The most optimistic comparison for Ball is perhaps Bill Walton, who was a two-time All-Star and NBA MVP by the time injuries forced him to miss three out of four seasons, including more than 900 days in a row at one point. Walton came back to play 245 games after missing all that time, including 80 games in 1985-86 (when he won Sixth Man of the Year honors), and played his final game at age 34.
Klay Thompson missed two whole seasons because of knee and Achilles injuries before returning in 2021-22, then leading the NBA in 3-point field goals in 2022-23. Shaun Livingston suffered a devastating knee injury while playing for the LA Clippers in 2007, when he was 21 years old. He missed most of the next two seasons, but ended up playing 10 more seasons and winning three championships with the Warriors.
That's a level Ball, an All-Rookie second-team selection in 2017-18, believes he can get back to.
"For me, it's just putting the work in and letting the chips fall where they may," Ball said.
If Ball keeps improving without feeling discomfort, he plans to get back on a basketball court in January. Despite not being able to participate in basketball activities, he joined the team in Nashville and plans to split time rehabbing between Los Angeles and Chicago.
"Any step positive for him promotes a better outlook," DeRozan told ESPN. "He's been the most positive a person can be through this whole process of taking away something he was so great at for these last couple years. ... Even the other day on the team plane, you realized how much we even missed him: being the DJ, playing cards, laughing, joking, talking s---. You miss that. Just to see him in rare form like that means a lot."

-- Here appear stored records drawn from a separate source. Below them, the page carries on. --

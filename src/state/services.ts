/**
 * What the session actions need from the outside world (workers, files, IndexedDB), behind one interface
 * so the store's tests run in node with fakes. The browser implementation lives in browser-services.ts and
 * is loaded on first use.
 */
import type { LoadedRecording } from '../core/recording.ts';
import type { Decomposition } from '../core/decomposition.ts';
import type { ComponentEvidence } from '../core/evidence/types.ts';
import type { Aim } from '../core/review/vocabulary.ts';
import type { DecomposeOptions, ParticipantInput, ResumeOffer } from './types.ts';
import type { ReviewDecision } from '../core/review/decisions-file.ts';
import type { Thresholds } from '../core/review/thresholds.ts';

/** Reports progress of one step as a fraction 0…1, optionally with the engine's own estimate of seconds left. */
export type OnFraction = (fraction: number, etaSeconds?: number | null) => void;

export interface SavedReview {
  readonly savedAt: string;
  readonly aim: Aim;
  /** Suggestion threshold overrides saved with the review (absent: the defaults). */
  readonly thresholds?: Partial<Thresholds>;
  readonly reviewer: string;
  readonly decisions: Record<number, ReviewDecision>;
}

export interface WorkbenchServices {
  /** Parses the recording (and sidecars) off the main thread; `sha256` is of the recording file's bytes. */
  readRecording(files: readonly File[], signal: AbortSignal, onProgress: OnFraction): Promise<{ recording: LoadedRecording; sha256: string }>;
  /** Reads our decomposition JSON or a TSV/CSV matrix and matches it to the recording. */
  readDecomposition(files: readonly File[], recording: LoadedRecording, recordingSha256: string, signal: AbortSignal): Promise<{ decomposition: Decomposition; sha256: string }>;
  /** Computes a decomposition in a worker; `sha256` is of its JSON serialisation (what an export would store). */
  computeDecomposition(recording: LoadedRecording, recordingSha256: string, options: DecomposeOptions, signal: AbortSignal, onProgress: OnFraction): Promise<{ decomposition: Decomposition; sha256: string; json: string }>;
  /** Per-component evidence (1-based index), measures only: suggestions come from selectSuggestions for any aim. */
  computeEvidence(recording: LoadedRecording, decomposition: Decomposition, signal: AbortSignal, onProgress: OnFraction): Promise<ComponentEvidence[]>;
  /**
   * The cleaned recording as EDF+/BDF+ bytes, computed off the main thread; `warnings` name channels that
   * could not be copied (channels at other rates when the recording file is no longer at hand).
   */
  writeCleaned(
    req: { recording: LoadedRecording; decomposition: Decomposition; removed: number[]; format: 'EDF+C' | 'BDF+C'; keepIdentity: boolean },
    signal: AbortSignal,
    onProgress: OnFraction,
  ): Promise<{ bytes: Uint8Array; warnings: readonly string[] }>;
  /** The demo participant's files (recording, sidecars, decomposition when shipped). */
  demoInput(signal: AbortSignal): Promise<ParticipantInput>;
  /** Autosave store (IndexedDB in the browser). Key = recording hash + decomposition hash. */
  loadReview(key: string): Promise<SavedReview | null>;
  saveReview(key: string, review: SavedReview): Promise<void>;
}

let services: WorkbenchServices | null = null;
let loading: Promise<WorkbenchServices> | null = null;

/** Replaces the services (tests, or a host that supplies its own). */
export function setWorkbenchServices(next: WorkbenchServices | null): void {
  services = next;
  loading = null;
}

/** The services in use; the browser ones are imported on first call. */
export async function getWorkbenchServices(): Promise<WorkbenchServices> {
  if (services) return services;
  loading ??= import('./browser-services.ts').then((m) => {
    services ??= m.browserServices;
    return services;
  });
  return loading;
}

/** The autosave key of a review: both SHA-256 digests joined by a colon. */
export const reviewKey = (recordingSha256: string, decompositionSha256: string) => `${recordingSha256}:${decompositionSha256}`;

/** The resume offer for a saved review, or null when it holds no decisions. */
export function resumeOfferFrom(saved: SavedReview | null): ResumeOffer | null {
  if (!saved) return null;
  const n = Object.values(saved.decisions).filter((d) => d.verdict !== 'undecided' || d.reason !== null || d.note !== '').length;
  if (n === 0) return null;
  return { savedAt: saved.savedAt, aim: saved.aim, ...(saved.thresholds ? { thresholds: saved.thresholds } : {}), decisions: saved.decisions, decidedCount: Object.values(saved.decisions).filter((d) => d.verdict !== 'undecided').length };
}
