/**
 * Sorts the files a user dropped or picked into the recording (with its BIDS sidecars), a decomposition
 * and a decisions file, by name and extension alone (the parsers judge the content later).
 */
import { isRecordingFileName } from '../core/formats/recording-file-name.ts';

export interface SortedFiles<F extends { readonly name: string }> {
  readonly recordingFiles: F[];
  readonly decompositionFiles: F[];
  readonly decisionsFile: F | null;
  /** Files that are none of the above (shown to the user, not read). */
  readonly ignored: F[];
}

const SIDECAR = /_(channels|electrodes|events)\.tsv$|_(coordsystem|eeg|events|channels|electrodes)\.json$|^(channels|electrodes|events)\.tsv$|^(coordsystem|eeg)\.json$/i;
const DECISIONS = /decisions?[^/]*\.(json|tsv)$/i;
const DECOMPOSITION = /(decomposition|mixing|unmixing|weights|ica)[^/]*\.(json|tsv|csv|txt)$|\.csv$/i;

const baseName = (name: string) => name.slice(Math.max(name.lastIndexOf('/'), name.lastIndexOf('\\')) + 1);

export function sortParticipantFiles<F extends { readonly name: string }>(files: readonly F[]): SortedFiles<F> {
  const recordingFiles: F[] = [];
  const decompositionFiles: F[] = [];
  const ignored: F[] = [];
  let decisionsFile: F | null = null;
  for (const f of files) {
    const name = baseName(f.name);
    if (isRecordingFileName(name) || SIDECAR.test(name)) recordingFiles.push(f);
    else if (DECISIONS.test(name)) decisionsFile ??= f;
    else if (DECOMPOSITION.test(name)) decompositionFiles.push(f);
    else ignored.push(f);
  }
  return { recordingFiles, decompositionFiles, decisionsFile, ignored };
}

/** True when at least one file is a recording (EDF/BDF). */
export const hasRecording = (files: readonly { readonly name: string }[]) => files.some((f) => isRecordingFileName(baseName(f.name)));

/** The decomposition file to read among several, and how: our JSON, or a matrix of the kind its name says. */
export function sortDecompositionFiles<F extends { readonly name: string }>(
  files: readonly F[],
): { file: F; kind: 'json' | 'mixing' | 'unmixing' } | null {
  const json = files.find((f) => /\.json$/i.test(f.name));
  if (json) return { file: json, kind: 'json' };
  const matrix = files.find((f) => /\.(tsv|csv|txt)$/i.test(f.name));
  if (!matrix) return null;
  const name = baseName(matrix.name).toLowerCase();
  // "mixing"/"maps"/"topographies" name scalp maps (columns of A); anything else is read as unmixing weights.
  const kind = /(^|[^n])mixing|maps|topograph/.test(name) && !/unmixing/.test(name) ? 'mixing' : 'unmixing';
  return { file: matrix, kind };
}
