/** `useStudy(selector)`: the study store in React components (see study-store.ts). */
import { useStore } from 'zustand';
import { studyStore, type StudyState } from './study-store.ts';

export { studyStore, selectStudyRows, selectAgreement, studyExport, studyZip, recordingKey } from './study-store.ts';
export type { StudyState, RecordingAgreement, BatchEvidence } from './study-store.ts';

export function useStudy<T>(selector: (state: StudyState) => T): T {
  return useStore(studyStore, selector);
}
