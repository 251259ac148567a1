/**
 * One error convention across the worker boundary (issue 13). Files are read into ParseResult values
 * (formats/parse-result.ts) and never throw; a fault raised while a worker runs a job is thrown as a
 * `CodedError`, whose `code` says what kind of fault it is. Structured cloning keeps only an Error's
 * message and name, so a worker throws `toWireError(e)` (a plain object, cloned whole) and the bridge
 * client turns it back into a `CodedError` with `fromWireError`: the code, message, name and file survive.
 */
import type { ParseError, ParseErrorCode } from './formats/parse-result.ts';

/**
 * What kind of fault: a parse error's own code (bad input in a file), 'aborted' (the job was cancelled),
 * 'invalid-argument' (a RangeError or TypeError from a core precondition) or 'internal' (anything else).
 */
export type ErrorCode = ParseErrorCode | 'aborted' | 'invalid-argument' | 'internal';

const CODES: ReadonlySet<string> = new Set<ErrorCode>([
  'too-short', 'bad-version', 'bad-number', 'header-size-mismatch', 'no-signals', 'bad-scaling', 'truncated-record',
  'record-size-mismatch', 'bad-tal', 'bad-tsv', 'missing-column', 'row-count-mismatch', 'bad-value', 'bad-shape',
  'unknown-channel', 'unsupported', 'io', 'aborted', 'invalid-argument', 'internal',
]);

/** An error with a kind (`code`) that survives the worker boundary. */
export class CodedError extends Error {
  readonly code: ErrorCode;
  /** The file the fault is in, when known. */
  readonly file?: string;

  constructor(code: ErrorCode, message: string, options: { name?: string; file?: string } = {}) {
    super(message);
    this.code = code;
    this.name = options.name ?? 'CodedError';
    if (options.file !== undefined) this.file = options.file;
  }

  /** The thrown form of a parse error (same code, message and file). */
  static fromParseError(error: ParseError): CodedError {
    return new CodedError(error.code, error.message, { file: error.file });
  }
}

/** The structured-clone form of an error thrown in a worker. */
export interface WireError {
  readonly wireError: 1;
  readonly code: ErrorCode;
  readonly name: string;
  readonly message: string;
  readonly file?: string;
}

export function isWireError(v: unknown): v is WireError {
  if (typeof v !== 'object' || v === null) return false;
  const w = v as Partial<WireError>;
  return w.wireError === 1 && typeof w.code === 'string' && CODES.has(w.code) && typeof w.message === 'string' && typeof w.name === 'string';
}

function codeOf(e: unknown): ErrorCode {
  if (e instanceof CodedError) return e.code;
  const own = typeof e === 'object' && e !== null ? (e as { code?: unknown }).code : undefined;
  if (typeof own === 'string' && CODES.has(own)) return own as ErrorCode;
  if (e instanceof Error && e.name === 'AbortError') return 'aborted';
  if (e instanceof RangeError || e instanceof TypeError) return 'invalid-argument';
  return 'internal';
}

/** Any thrown value as a WireError (an Error's message and name kept; a CodedError's code and file too). */
export function toWireError(e: unknown): WireError {
  if (isWireError(e)) return e;
  const file = e instanceof CodedError ? e.file : undefined;
  const base = {
    wireError: 1 as const,
    code: codeOf(e),
    name: e instanceof Error ? e.name : 'Error',
    message: e instanceof Error ? e.message : String(e),
  };
  return file === undefined ? base : { ...base, file };
}

/** A value caught from a worker call as a CodedError (a WireError's fields restored; anything else coded from its class). */
export function fromWireError(e: unknown): CodedError {
  if (e instanceof CodedError) return e;
  const w = toWireError(e);
  return new CodedError(w.code, w.message, { name: w.name === 'CodedError' ? undefined : w.name, file: w.file });
}

type Api = Record<string, (...args: never[]) => unknown>;

/**
 * The worker side: the same API with every method's throw (or rejection) replaced by its WireError.
 * Workers expose `guardWorkerApi(api)`; the API's type is unchanged.
 */
export function guardWorkerApi<T extends Api>(api: T): T {
  const out: Record<string, unknown> = {};
  for (const [name, fn] of Object.entries(api)) {
    if (typeof fn !== 'function') {
      out[name] = fn;
      continue;
    }
    out[name] = (...args: never[]) => {
      try {
        const r = fn(...args);
        return r instanceof Promise ? r.catch((e: unknown) => Promise.reject(toWireError(e))) : r;
      } catch (e) {
        throw toWireError(e);
      }
    };
  }
  return out as T;
}

/** The bridge side: `remote.call(...).catch(rethrowFromWorker)` rejects with the worker's CodedError. */
export function rethrowFromWorker(e: unknown): never {
  throw fromWireError(e);
}
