import type { Knex } from 'knex';

export async function up(knex: Knex): Promise<void> {
  await knex.schema.createTable('builds', (t) => {
    t.uuid('id').primary().defaultTo(knex.raw('gen_random_uuid()'));
    t.text('name').notNullable();
    t.integer('vehicle_year');
    t.text('vehicle_description').notNullable().defaultTo('');
    t.text('engine_description').notNullable().defaultTo('');
    t.decimal('displacement_liters', 5, 2);
    t.integer('cylinders').notNullable();
    t.text('aspiration').notNullable();
    t.text('transmission').notNullable().defaultTo('');
    t.decimal('stock_power_hp', 8, 1);
    t.text('stock_power_basis').notNullable().defaultTo('crank');
    t.decimal('target_power_hp', 8, 1).notNullable();
    t.text('target_power_basis').notNullable();
    t.decimal('target_torque_lbft', 8, 1);
    t.date('target_date');
    t.text('target_event').notNullable().defaultTo('');
    t.bigInteger('budget_cents').notNullable().defaultTo(0);
    t.string('currency', 3).notNullable().defaultTo('USD');
    t.timestamps(true, true);
  });
  await knex.raw(`alter table builds
    add constraint builds_power_basis check (stock_power_basis in ('crank','wheel') and target_power_basis in ('crank','wheel')),
    add constraint builds_budget_nonnegative check (budget_cents >= 0),
    add constraint builds_cylinders_range check (cylinders between 1 and 16)`);

  await knex.schema.createTable('build_members', (t) => {
    t.uuid('build_id').notNullable().references('builds.id').onDelete('CASCADE');
    t.uuid('user_id').notNullable().references('users.id').onDelete('CASCADE');
    t.text('role').notNullable();
    t.timestamps(true, true);
    t.primary(['build_id', 'user_id']);
    t.index(['user_id']);
  });
  await knex.raw(
    "alter table build_members add constraint build_members_role check (role in ('owner','crew','shop','viewer'))",
  );
}

export async function down(knex: Knex): Promise<void> {
  await knex.schema.dropTable('build_members');
  await knex.schema.dropTable('builds');
}
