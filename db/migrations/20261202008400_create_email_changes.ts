import type { Knex } from 'knex';

/**
 * A change of e-mail address waiting to be confirmed from the new address: a single-use
 * link (only its SHA-256 hash is kept) mailed there. The address changes only when the
 * link is followed, so nobody can move an account to an address they cannot read.
 */
export async function up(knex: Knex): Promise<void> {
  await knex.schema.createTable('email_changes', (t) => {
    t.uuid('id').primary().defaultTo(knex.raw('gen_random_uuid()'));
    t.uuid('user_id').notNullable().references('users.id').onDelete('CASCADE');
    t.text('new_email').notNullable();
    t.text('token_hash').notNullable().unique();
    t.timestamp('expires_at', { useTz: true }).notNullable();
    t.timestamp('used_at', { useTz: true });
    t.timestamp('created_at', { useTz: true }).notNullable().defaultTo(knex.fn.now());
    t.index(['user_id', 'created_at']);
  });
}

export async function down(knex: Knex): Promise<void> {
  await knex.schema.dropTable('email_changes');
}
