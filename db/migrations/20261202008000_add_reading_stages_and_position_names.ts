import type { Knex } from 'knex';

/**
 * A torque reading may name the stage it was taken at (1 = the spec's first stage; null
 * = the final torque), and a fastener spec may name its positions (e.g. "Cyl 1" … "Cyl 8")
 * instead of #1–#n. A stage reading supersedes only the current reading of the same stage,
 * so the one-current-reading index now counts the stage too.
 */
export async function up(knex: Knex): Promise<void> {
  await knex.schema.alterTable('fastener_specs', (t) => {
    t.jsonb('position_names').notNullable().defaultTo('[]');
  });
  await knex.schema.alterTable('torque_readings', (t) => {
    t.smallint('stage');
  });
  await knex.raw(`alter table torque_readings
    add constraint torque_readings_stage check (stage is null or (stage between 1 and 10 and kind = 'install'))`);
  await knex.raw('drop index torque_readings_one_current');
  await knex.raw(`create unique index torque_readings_one_current
    on torque_readings (spec_id, kind, position, coalesce(stage, 0)) where superseded_at is null`);
}

export async function down(knex: Knex): Promise<void> {
  // Stage readings cannot stand in the old index (one current reading per position): they go.
  await knex('torque_readings').whereNotNull('stage').delete();
  await knex.raw('drop index torque_readings_one_current');
  await knex.raw(`create unique index torque_readings_one_current
    on torque_readings (spec_id, kind, position) where superseded_at is null`);
  await knex.raw('alter table torque_readings drop constraint torque_readings_stage');
  await knex.schema.alterTable('torque_readings', (t) => {
    t.dropColumn('stage');
  });
  await knex.schema.alterTable('fastener_specs', (t) => {
    t.dropColumn('position_names');
  });
}
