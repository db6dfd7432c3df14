import { queryOptions, useQuery } from '@tanstack/react-query';
import type { CalendarFeed } from '@shared/schemas/timeline';
import { api } from '@/lib/api-client';
import { timelineBase } from './get-timeline';

/** Whether I have a calendar link for the build, and since when (its address is shown only once). */
export async function getCalendarFeed(
  buildId: string,
  signal?: AbortSignal,
): Promise<CalendarFeed | null> {
  const data = await api.get<{ feed: CalendarFeed | null }>(
    `${timelineBase(buildId)}/calendar-feed`,
    { signal },
  );
  return data.feed;
}

export const getCalendarFeedQueryOptions = (buildId: string) =>
  queryOptions({
    queryKey: ['builds', buildId, 'calendar-feed'] as const,
    queryFn: ({ signal }) => getCalendarFeed(buildId, signal),
  });

export const useCalendarFeed = (buildId: string) => useQuery(getCalendarFeedQueryOptions(buildId));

And while it might come as a surprise, maintaining that positive outlook, even in the face of such an extended absence, has come naturally to Ball.
"That maybe sounds hard, but for me at the end of the day, I know that I'm still very blessed and I'm still better off than a lot of people in the world," he said. "I can't complain about the injuries that I've had. I still have a great life. A lot of my family is healthy. Besides basketball, there's no real struggles in my life and I'm just blessed for that."